Genset Dealers Help Keep Lights on in Hurricane Isabel’s Path

Communities in the path of a major hurricane have one advantage over those that face other types of natural disaster: time to prepare. Modern weather-modeling systems can alert area residents to impending severe weather. For those living along the Mid-Atlantic coast, as Hurricane Isabel approached this past September, such warnings provided time to prepare homes and businesses for brutal wind a...

By Staff March 1, 2004

Communities in the path of a major hurricane have one advantage over those that face other types of natural disaster: time to prepare. Modern weather-modeling systems can alert area residents to impending severe weather. For those living along the Mid-Atlantic coast, as Hurricane Isabel approached this past September, such warnings provided time to prepare homes and businesses for brutal wind and rain and to consider power alternatives to vulnerable transmission and distribution systems.

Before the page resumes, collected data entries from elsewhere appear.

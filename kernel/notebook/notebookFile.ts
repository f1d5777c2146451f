import * as fs from "node:fs";
import * as path from "node:path";
import type { MimeBundle } from "../cellOutput";
import { UsageError } from "../usageError";
import type { CodeCell, Notebook, Output, ProseCell } from "./notebookFormat";

type Fields = Record<string, unknown>;

function isFields(value: unknown): value is Fields {
  return typeof value === "object" && value !== null && !Array.isArray(value);
}

function parse(file: string): unknown {
  let text: string;
  try {
    text = fs.readFileSync(file, "utf8");
  } catch (error) {
    throw new UsageError(`cannot read the notebook ${file}: ${(error as Error).message}`);
  }
  try {
    return JSON.parse(text);
  } catch (error) {
    throw new UsageError(`${file} is not a notebook: ${(error as Error).message}`);
  }
}

function joined(file: string, place: string, source: unknown): string {
  if (typeof source === "string") return source;
  if (Array.isArray(source) && source.every((line) => typeof line === "string")) return source.join("");
  throw new UsageError(`${file} is not a notebook: ${place}.source must be text`);
}

/** Outputs of an earlier run are left out: a run makes its own. */
function readCell(file: string, index: number, value: unknown): CodeCell | ProseCell {
  const place = `cells[${index}]`;
  if (!isFields(value)) throw new UsageError(`${file} is not a notebook: ${place} must be an object`);
  const { cell_type: type, metadata } = value;
  const id = typeof value["id"] === "string" ? value["id"] : `cell-${index + 1}`;
  const common = { id, metadata: isFields(metadata) ? metadata : {} };
  const source = joined(file, place, value["source"]);
  if (type === "code") return { cell_type: type, ...common, source, execution_count: null, outputs: [] };
  if (type !== "markdown" && type !== "raw") {
    throw new UsageError(`${file} is not a notebook: ${place}.cell_type must be code, markdown or raw`);
  }
  const attachments = value["attachments"];
  return {
    cell_type: type,
    ...common,
    source,
    ...(isFields(attachments) ? { attachments: attachments as NonNullable<ProseCell["attachments"]> } : {}),
  };
}

function checkLanguage(file: string, metadata: Fields): void {
  const { kernelspec, language_info: info } = metadata;
  const spoken =
    (isFields(info) ? info["name"] : undefined) ??
    (isFields(kernelspec) ? kernelspec["language"] : undefined);
  if (typeof spoken === "string" && !/^(typescript|javascript)$/i.test(spoken)) {
    throw new UsageError(`${file} is a ${spoken} notebook; this kernel runs TypeScript`);
  }
}

/** Reads a notebook of format 4. @throws UsageError when the file is missing or no such notebook */
export function readNotebook(file: string): Notebook {
  const value = parse(file);
  if (!isFields(value) || value["nbformat"] !== 4 || !Array.isArray(value["cells"])) {
    throw new UsageError(`${file} is not a notebook of format 4`);
  }
  const metadata = isFields(value["metadata"]) ? value["metadata"] : {};
  checkLanguage(file, metadata);
  return { metadata, cells: value["cells"].map((cell, i) => readCell(file, i, cell)) };
}

/** A text as a list of lines, each with its end. */
function lines(text: string): string[] {
  return text.match(/[^\n]*\n|[^\n]+$/g) ?? [];
}

function stored(data: MimeBundle): MimeBundle {
  return Object.fromEntries(
    Object.entries(data).map(([type, value]) => [type, typeof value === "string" ? lines(value) : value]),
  );
}

function storedOutput(output: Output): object {
  if (output.output_type === "stream") return { ...output, text: lines(output.text) };
  return "data" in output ? { ...output, data: stored(output.data) } : output;
}

/** The text of a notebook file, format 4.5. */
export function notebookText({ metadata, cells }: Notebook): string {
  const written = cells.map((cell) => ({
    ...cell,
    source: lines(cell.source),
    ...(cell.cell_type === "code" ? { outputs: cell.outputs.map(storedOutput) } : {}),
  }));
  return `${JSON.stringify({ cells: written, metadata, nbformat: 4, nbformat_minor: 5 }, null, 1)}\n`;
}

/** Writes a file whole or not at all. */
export function writeWhole(file: string, text: string): void {
  fs.mkdirSync(path.dirname(file), { recursive: true });
  const unfinished = `${file}.${process.pid}.tmp`;
  fs.writeFileSync(unfinished, text);
  fs.renameSync(unfinished, file);
}
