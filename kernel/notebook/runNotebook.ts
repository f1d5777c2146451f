import * as path from "node:path";
import type { CellError, Declaration } from "../cellOutput";
import { UsageError } from "../usageError";
import { cellTitle, firstLine } from "./cellTitle";
import { type Ended, type KernelProcess, startKernelProcess } from "./kernelProcess";
import { drawsFigures } from "./drawsFigures";
import { type Answer, expectsFigures, type Remark, type Versions } from "./messages";
import { type CodeCell, hasTag, isCode, type Notebook } from "./notebookFormat";
import { readNotebook } from "./notebookFile";
import { injectParameters, parametersCell, parameterValues, type Setting } from "./parameters";

/** How a cell of a run went. */
export interface CellProgress {
  readonly number: number;
  readonly count: number;
  readonly title: string;
  readonly seconds: number;
  readonly failed: boolean;
}

/** What stopped a run. */
export interface RunFailure {
  readonly why: "cell-failed" | "over-time" | "kernel-died" | "late-fault";
  readonly number: number;
  readonly title: string;
  readonly firstLine: string;
  readonly error: CellError;
}

/** A notebook that has run, whole or up to the cell that failed. */
export interface NotebookRun {
  readonly notebook: Notebook;
  readonly parameters: readonly { readonly name: string; readonly value: string }[];
  readonly versions: Versions;
  readonly failure?: RunFailure;
}

/** How to run a notebook. */
export interface RunOptions {
  readonly settings: readonly Setting[];
  /** Seconds that one cell may take. */
  readonly timeLimit: number;
  readonly onCell?: (progress: CellProgress) => void;
}

const longestStart = 120_000; // ms
const patience = 3000; // ms between asking a cell to stop and ending the process

type Ran = { readonly answer: Answer | Ended; readonly overTime: boolean };

/** Waits for an answer; over time, the cell is interrupted, then the process ended. */
async function withinTime(
  kernel: KernelProcess,
  answer: Promise<Answer | Ended>,
  limit: number,
): Promise<Ran> {
  let overTime = false;
  let killer: NodeJS.Timeout | undefined;
  const timer = setTimeout(() => {
    overTime = true;
    kernel.interrupt();
    killer = setTimeout(kernel.kill, patience);
  }, limit);
  const given = await answer;
  clearTimeout(timer);
  clearTimeout(killer);
  return { answer: given, overTime };
}

/** Puts what a cell gives out into it; text that follows text of the same stream is joined on. */
function recorder(cells: readonly CodeCell[], onLateFault: () => void): (remark: Remark) => void {
  return (remark) => {
    if (remark.say === "late-fault") return onLateFault();
    const outputs = cells[Math.max(remark.number, 1) - 1]?.outputs;
    const { output } = remark;
    const last = outputs?.at(-1);
    if (output.type === "display") {
      outputs?.push({ output_type: "display_data", data: output.data, metadata: {} });
    } else if (last?.output_type === "stream" && last.name === output.name) last.text += output.text;
    else outputs?.push({ output_type: "stream", name: output.name, text: output.text });
  };
}

function errorOf(
  { answer, overTime }: Ran,
  limit: number,
): { why: RunFailure["why"]; error: CellError } | undefined {
  if (overTime) {
    const evalue = `the cell ran longer than ${limit} s`;
    const traceback = answer.say === "ran" && "traceback" in answer.outcome ? answer.outcome.traceback : [];
    return { why: "over-time", error: { ename: "TimeLimit", evalue, traceback: [evalue, ...traceback] } };
  }
  if (answer.say === "ended") {
    const evalue = `the process that runs the cells ended (${answer.how})`;
    return { why: "kernel-died", error: { ename: "KernelDied", evalue, traceback: [evalue] } };
  }
  if (answer.say !== "ran" || answer.outcome.status === "ok") return undefined;
  const { ename, evalue, traceback } = answer.outcome;
  return { why: "cell-failed", error: { ename, evalue, traceback } };
}

/** Runs one cell and records how it ended. */
async function runCell(
  kernel: KernelProcess,
  cell: CodeCell,
  number: number,
  limit: number,
): Promise<ReturnType<typeof errorOf>> {
  cell.execution_count = number;
  const ran = await withinTime(kernel, kernel.ask({ ask: "run", code: cell.source, number }), limit * 1000);
  const failed = errorOf(ran, limit);
  if (failed !== undefined) cell.outputs.push({ output_type: "error", ...failed.error });
  else if (
    ran.answer.say === "ran" &&
    "bundle" in ran.answer.outcome &&
    ran.answer.outcome.bundle !== undefined
  ) {
    const { bundle } = ran.answer.outcome;
    cell.outputs.push({ output_type: "execute_result", execution_count: number, data: bundle, metadata: {} });
  }
  return failed;
}

/** Runs the cells in order; stops at the first that fails, unless it is tagged `raises-exception`. */
async function runCells(
  kernel: KernelProcess,
  notebook: Notebook,
  cells: readonly CodeCell[],
  options: RunOptions,
): Promise<RunFailure | undefined> {
  for (const [i, cell] of cells.entries()) {
    const title = cellTitle(notebook, cell);
    const start = Date.now();
    const failed = await runCell(kernel, cell, i + 1, options.timeLimit);
    const expected = failed?.why === "cell-failed" && hasTag(cell, "raises-exception");
    const stops = failed !== undefined && !expected;
    const seconds = (Date.now() - start) / 1000;
    options.onCell?.({ number: i + 1, count: cells.length, title, seconds, failed: stops });
    if (stops) return { ...failed, number: i + 1, title, firstLine: firstLine(cell) };
  }
  return undefined;
}

async function declarationsIn(kernel: KernelProcess, notebook: Notebook): Promise<readonly Declaration[]> {
  const cell = parametersCell(notebook);
  if (cell === undefined) return [];
  const answer = await kernel.ask({ ask: "declarations", code: cell.source });
  return answer.say === "declarations" ? answer.declarations : [];
}

function withKernelMetadata(notebook: Notebook, versions: Versions): Notebook {
  const metadata = {
    ...notebook.metadata,
    kernelspec: { name: "refluxbook", display_name: "refluxbook (TypeScript)", language: "typescript" },
    language_info: {
      name: "typescript",
      file_extension: ".ts",
      mimetype: "text/typescript",
      version: versions["typescript"] ?? "",
    },
  };
  return { ...notebook, metadata };
}

/** A fault that surfaced when its cell had ended, told as the last cell's. */
function lateFailure(notebook: Notebook, cells: readonly CodeCell[]): RunFailure {
  const cell = cells[cells.length - 1]!;
  const evalue = "an error surfaced after its cell had ended; see what the notebook prints on stderr";
  return {
    why: "late-fault",
    number: cells.length,
    title: cellTitle(notebook, cell),
    firstLine: firstLine(cell),
    error: { ename: "LateFault", evalue, traceback: [evalue] },
  };
}

/**
 * Runs a notebook without Jupyter: every cell in order, in a process of its own.
 *
 * @throws UsageError when the notebook cannot be read or has no such parameter
 */
export async function runNotebook(file: string, options: RunOptions): Promise<NotebookRun> {
  const given = readNotebook(file);
  let hear: (remark: Remark) => void = () => undefined;
  const folder = path.dirname(path.resolve(file));
  const words = drawsFigures(given, folder) ? [expectsFigures] : [];
  const kernel = startKernelProcess(folder, words, (remark) => hear(remark));
  const stop = () => kernel.kill();
  process.on("SIGINT", stop).on("SIGTERM", stop);
  try {
    const { answer: ready } = await withinTime(kernel, kernel.ready, longestStart);
    if (ready.say !== "ready") throw new UsageError("the process that runs the cells did not start");
    const declared = await declarationsIn(kernel, given);
    const notebook = injectParameters(given, options.settings, declared);
    const cells = notebook.cells.filter(isCode);
    let isLate = false;
    hear = recorder(cells, () => {
      isLate = true;
    });
    const failed = await runCells(kernel, notebook, cells, options);
    await kernel.close();
    const failure = failed ?? (isLate ? lateFailure(notebook, cells) : undefined);
    return {
      notebook: withKernelMetadata(notebook, ready.versions),
      parameters: parameterValues(declared, options.settings),
      versions: ready.versions,
      ...(failure === undefined ? {} : { failure }),
    };
  } finally {
    process.off("SIGINT", stop).off("SIGTERM", stop);
    await kernel.close();
  }
}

One nationwide network of generator dealers took advantage of the advance warning to mobilize and assemble a substantial inventory of emergency power-supply equipment in the affected area. The task involved coordinating complicated pick-up and delivery schedules, as generators and parts arrived from other dealers on the East Coast and beyond. Such time-intensive planning meant customers who already understood their emergency power needs when storm warnings first began arriving had the easiest time getting equipment delivered and installed before the lights went out.

By the time the storm hit, some 325 generators from 30 kW to 2 MW had been installed, supplying emergency power throughout North Carolina, Virginia, Maryland and Washington, D.C. Customers who had planned ahead, by assessing emergency needs and establishing relationships with alternative power providers, were able to keep their lights on and doors open—even though their windows were boarded with plywood.